* TASK BRIEF
Across all the records below, count the lines that hold "extrapolation". State only that figure.

* SOURCE MATERIAL
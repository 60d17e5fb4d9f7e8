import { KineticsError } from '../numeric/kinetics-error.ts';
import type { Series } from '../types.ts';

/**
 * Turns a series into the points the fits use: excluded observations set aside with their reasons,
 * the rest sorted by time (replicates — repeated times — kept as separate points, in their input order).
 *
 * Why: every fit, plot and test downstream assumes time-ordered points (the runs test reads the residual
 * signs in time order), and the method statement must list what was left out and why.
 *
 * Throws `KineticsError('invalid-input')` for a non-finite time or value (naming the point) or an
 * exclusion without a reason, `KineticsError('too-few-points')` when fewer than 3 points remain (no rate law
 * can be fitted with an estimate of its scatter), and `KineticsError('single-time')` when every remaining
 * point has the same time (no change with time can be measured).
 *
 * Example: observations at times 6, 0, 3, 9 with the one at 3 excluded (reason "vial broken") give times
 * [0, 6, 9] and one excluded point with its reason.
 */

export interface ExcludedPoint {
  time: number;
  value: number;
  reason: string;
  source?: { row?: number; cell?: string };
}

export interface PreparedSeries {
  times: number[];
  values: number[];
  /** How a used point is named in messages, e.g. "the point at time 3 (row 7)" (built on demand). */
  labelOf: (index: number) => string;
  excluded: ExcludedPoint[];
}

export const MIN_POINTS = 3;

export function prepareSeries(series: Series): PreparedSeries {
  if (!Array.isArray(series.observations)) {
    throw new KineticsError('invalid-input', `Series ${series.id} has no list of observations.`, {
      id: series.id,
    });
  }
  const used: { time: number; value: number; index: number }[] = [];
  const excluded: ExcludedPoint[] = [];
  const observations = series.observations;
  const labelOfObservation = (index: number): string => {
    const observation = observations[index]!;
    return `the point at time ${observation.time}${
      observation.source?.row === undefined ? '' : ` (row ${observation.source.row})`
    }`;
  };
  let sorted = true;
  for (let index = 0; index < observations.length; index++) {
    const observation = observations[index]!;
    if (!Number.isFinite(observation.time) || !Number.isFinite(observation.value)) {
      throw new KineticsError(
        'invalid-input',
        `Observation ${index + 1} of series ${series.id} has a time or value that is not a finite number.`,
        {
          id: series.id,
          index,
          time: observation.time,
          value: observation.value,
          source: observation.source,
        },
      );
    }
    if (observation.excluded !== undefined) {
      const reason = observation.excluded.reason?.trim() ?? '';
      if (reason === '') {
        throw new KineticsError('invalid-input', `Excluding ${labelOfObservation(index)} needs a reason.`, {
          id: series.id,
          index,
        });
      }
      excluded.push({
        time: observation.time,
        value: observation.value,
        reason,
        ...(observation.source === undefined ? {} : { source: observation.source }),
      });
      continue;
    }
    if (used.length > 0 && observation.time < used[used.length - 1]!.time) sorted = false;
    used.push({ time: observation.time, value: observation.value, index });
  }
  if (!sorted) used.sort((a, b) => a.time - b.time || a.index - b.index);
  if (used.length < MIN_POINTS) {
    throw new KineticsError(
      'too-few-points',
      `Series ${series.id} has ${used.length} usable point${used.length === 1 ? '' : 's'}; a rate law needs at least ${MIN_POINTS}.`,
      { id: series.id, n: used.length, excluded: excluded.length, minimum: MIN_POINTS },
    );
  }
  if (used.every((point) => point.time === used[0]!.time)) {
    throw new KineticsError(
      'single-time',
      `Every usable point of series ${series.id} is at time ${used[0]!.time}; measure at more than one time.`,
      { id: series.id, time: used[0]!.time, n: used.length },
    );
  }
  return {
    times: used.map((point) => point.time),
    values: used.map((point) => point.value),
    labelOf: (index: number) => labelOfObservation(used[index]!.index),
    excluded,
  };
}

---

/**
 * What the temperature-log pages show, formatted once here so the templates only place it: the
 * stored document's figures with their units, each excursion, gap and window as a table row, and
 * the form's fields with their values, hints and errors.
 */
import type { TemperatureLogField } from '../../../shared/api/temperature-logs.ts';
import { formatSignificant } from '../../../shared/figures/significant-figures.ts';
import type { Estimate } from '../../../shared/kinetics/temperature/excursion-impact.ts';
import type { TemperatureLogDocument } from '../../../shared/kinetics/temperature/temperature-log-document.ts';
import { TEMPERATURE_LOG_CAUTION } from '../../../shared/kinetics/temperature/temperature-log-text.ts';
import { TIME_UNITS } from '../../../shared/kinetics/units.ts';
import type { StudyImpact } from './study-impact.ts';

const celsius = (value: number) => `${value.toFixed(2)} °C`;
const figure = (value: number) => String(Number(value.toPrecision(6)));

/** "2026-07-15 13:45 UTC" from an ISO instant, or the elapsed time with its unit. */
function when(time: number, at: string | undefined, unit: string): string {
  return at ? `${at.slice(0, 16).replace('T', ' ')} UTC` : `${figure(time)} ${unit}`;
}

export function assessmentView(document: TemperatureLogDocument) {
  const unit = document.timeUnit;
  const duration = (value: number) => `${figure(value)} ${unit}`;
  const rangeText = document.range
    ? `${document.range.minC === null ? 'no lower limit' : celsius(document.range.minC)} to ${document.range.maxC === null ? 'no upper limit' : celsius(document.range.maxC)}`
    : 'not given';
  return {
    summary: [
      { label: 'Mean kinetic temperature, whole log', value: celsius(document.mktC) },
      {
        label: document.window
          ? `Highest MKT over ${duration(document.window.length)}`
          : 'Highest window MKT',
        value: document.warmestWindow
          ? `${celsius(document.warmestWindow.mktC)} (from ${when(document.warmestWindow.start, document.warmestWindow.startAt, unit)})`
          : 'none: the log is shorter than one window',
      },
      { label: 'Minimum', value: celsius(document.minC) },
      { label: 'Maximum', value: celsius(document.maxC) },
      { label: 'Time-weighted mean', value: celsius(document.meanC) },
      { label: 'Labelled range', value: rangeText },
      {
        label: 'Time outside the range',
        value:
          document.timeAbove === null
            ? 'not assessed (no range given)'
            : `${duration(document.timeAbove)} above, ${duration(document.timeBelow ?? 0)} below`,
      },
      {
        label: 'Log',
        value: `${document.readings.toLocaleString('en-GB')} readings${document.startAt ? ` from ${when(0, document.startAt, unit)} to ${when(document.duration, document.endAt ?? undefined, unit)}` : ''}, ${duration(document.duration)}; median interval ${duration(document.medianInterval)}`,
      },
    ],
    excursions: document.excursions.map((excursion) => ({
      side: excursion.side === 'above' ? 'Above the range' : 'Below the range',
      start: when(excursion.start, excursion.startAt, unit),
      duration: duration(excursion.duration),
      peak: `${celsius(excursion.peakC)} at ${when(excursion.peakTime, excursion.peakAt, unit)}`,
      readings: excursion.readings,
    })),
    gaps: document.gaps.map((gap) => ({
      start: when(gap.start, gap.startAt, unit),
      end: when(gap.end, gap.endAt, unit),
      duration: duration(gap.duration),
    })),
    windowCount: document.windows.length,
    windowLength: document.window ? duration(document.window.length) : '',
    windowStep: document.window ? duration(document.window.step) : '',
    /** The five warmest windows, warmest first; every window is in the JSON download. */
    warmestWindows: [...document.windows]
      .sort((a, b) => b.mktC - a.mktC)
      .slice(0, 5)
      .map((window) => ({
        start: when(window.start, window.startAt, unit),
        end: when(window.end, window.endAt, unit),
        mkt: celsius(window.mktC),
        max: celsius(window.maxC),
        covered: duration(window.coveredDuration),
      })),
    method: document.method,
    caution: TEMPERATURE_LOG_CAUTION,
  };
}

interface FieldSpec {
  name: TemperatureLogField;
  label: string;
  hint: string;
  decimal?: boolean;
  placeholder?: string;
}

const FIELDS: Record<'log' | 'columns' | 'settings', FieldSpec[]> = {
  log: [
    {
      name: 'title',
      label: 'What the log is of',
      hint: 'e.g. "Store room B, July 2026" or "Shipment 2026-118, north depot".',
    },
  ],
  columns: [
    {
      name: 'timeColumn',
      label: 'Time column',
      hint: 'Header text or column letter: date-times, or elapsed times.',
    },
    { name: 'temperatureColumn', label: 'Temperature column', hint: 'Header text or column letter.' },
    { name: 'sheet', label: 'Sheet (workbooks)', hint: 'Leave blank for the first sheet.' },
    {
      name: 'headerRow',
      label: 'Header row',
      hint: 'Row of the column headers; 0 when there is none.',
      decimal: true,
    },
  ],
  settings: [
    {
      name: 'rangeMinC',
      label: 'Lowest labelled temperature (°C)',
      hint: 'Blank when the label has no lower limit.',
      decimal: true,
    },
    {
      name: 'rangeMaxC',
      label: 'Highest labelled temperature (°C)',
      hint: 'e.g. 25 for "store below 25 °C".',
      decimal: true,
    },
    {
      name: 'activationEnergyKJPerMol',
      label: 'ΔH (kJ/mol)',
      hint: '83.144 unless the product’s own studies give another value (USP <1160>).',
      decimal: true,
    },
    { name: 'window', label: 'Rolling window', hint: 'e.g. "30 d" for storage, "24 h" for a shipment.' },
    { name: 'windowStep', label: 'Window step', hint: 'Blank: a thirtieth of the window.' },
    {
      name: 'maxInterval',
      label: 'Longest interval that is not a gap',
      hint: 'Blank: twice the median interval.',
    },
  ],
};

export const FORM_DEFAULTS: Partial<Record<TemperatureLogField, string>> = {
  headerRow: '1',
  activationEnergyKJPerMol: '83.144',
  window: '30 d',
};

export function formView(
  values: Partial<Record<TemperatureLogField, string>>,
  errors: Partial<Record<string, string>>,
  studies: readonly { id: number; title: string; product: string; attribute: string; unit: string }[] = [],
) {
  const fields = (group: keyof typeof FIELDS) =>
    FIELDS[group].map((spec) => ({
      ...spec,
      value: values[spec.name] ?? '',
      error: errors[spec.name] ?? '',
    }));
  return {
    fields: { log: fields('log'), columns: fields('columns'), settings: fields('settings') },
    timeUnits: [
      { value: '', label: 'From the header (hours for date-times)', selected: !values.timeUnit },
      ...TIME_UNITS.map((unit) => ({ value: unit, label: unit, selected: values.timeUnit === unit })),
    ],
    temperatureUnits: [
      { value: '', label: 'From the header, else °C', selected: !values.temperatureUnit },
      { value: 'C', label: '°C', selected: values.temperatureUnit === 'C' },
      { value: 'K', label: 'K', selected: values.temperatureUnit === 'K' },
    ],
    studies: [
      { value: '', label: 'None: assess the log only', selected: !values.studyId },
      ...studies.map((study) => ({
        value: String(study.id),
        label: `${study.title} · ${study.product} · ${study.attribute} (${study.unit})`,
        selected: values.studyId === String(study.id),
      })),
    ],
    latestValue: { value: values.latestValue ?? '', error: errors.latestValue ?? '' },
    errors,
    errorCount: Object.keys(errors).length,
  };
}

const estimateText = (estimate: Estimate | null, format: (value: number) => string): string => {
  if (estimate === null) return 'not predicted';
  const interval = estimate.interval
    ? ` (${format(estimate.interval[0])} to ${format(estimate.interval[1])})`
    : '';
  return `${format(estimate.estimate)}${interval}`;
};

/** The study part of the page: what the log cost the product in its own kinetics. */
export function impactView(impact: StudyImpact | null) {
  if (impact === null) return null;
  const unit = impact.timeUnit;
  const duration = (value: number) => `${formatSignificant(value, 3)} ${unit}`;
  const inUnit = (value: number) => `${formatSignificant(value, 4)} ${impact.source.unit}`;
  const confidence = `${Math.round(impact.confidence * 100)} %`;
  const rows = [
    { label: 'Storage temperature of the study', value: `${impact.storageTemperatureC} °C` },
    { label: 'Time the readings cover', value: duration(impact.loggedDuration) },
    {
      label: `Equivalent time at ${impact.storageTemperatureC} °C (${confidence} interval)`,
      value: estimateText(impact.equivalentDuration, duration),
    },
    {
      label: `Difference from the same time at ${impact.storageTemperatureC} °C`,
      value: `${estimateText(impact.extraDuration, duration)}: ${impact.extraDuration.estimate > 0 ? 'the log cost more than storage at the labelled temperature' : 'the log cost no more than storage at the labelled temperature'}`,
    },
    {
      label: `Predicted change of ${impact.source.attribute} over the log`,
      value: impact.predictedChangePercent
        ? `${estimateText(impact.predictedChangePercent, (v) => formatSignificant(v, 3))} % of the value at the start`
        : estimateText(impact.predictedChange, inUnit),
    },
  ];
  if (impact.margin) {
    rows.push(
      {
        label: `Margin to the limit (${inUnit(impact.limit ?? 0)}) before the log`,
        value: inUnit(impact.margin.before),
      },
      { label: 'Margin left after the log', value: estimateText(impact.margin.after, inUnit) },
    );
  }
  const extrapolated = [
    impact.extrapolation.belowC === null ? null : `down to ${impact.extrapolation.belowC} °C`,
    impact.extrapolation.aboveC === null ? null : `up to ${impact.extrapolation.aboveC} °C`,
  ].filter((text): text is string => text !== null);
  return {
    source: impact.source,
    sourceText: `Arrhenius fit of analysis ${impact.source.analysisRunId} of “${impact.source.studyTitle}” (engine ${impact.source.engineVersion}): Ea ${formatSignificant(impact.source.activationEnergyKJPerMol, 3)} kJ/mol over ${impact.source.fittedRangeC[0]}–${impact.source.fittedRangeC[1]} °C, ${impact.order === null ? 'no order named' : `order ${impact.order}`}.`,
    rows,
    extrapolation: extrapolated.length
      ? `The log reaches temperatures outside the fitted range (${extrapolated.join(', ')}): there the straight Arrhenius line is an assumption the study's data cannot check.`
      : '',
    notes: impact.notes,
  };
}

* RESULT FOR THIS TASK
3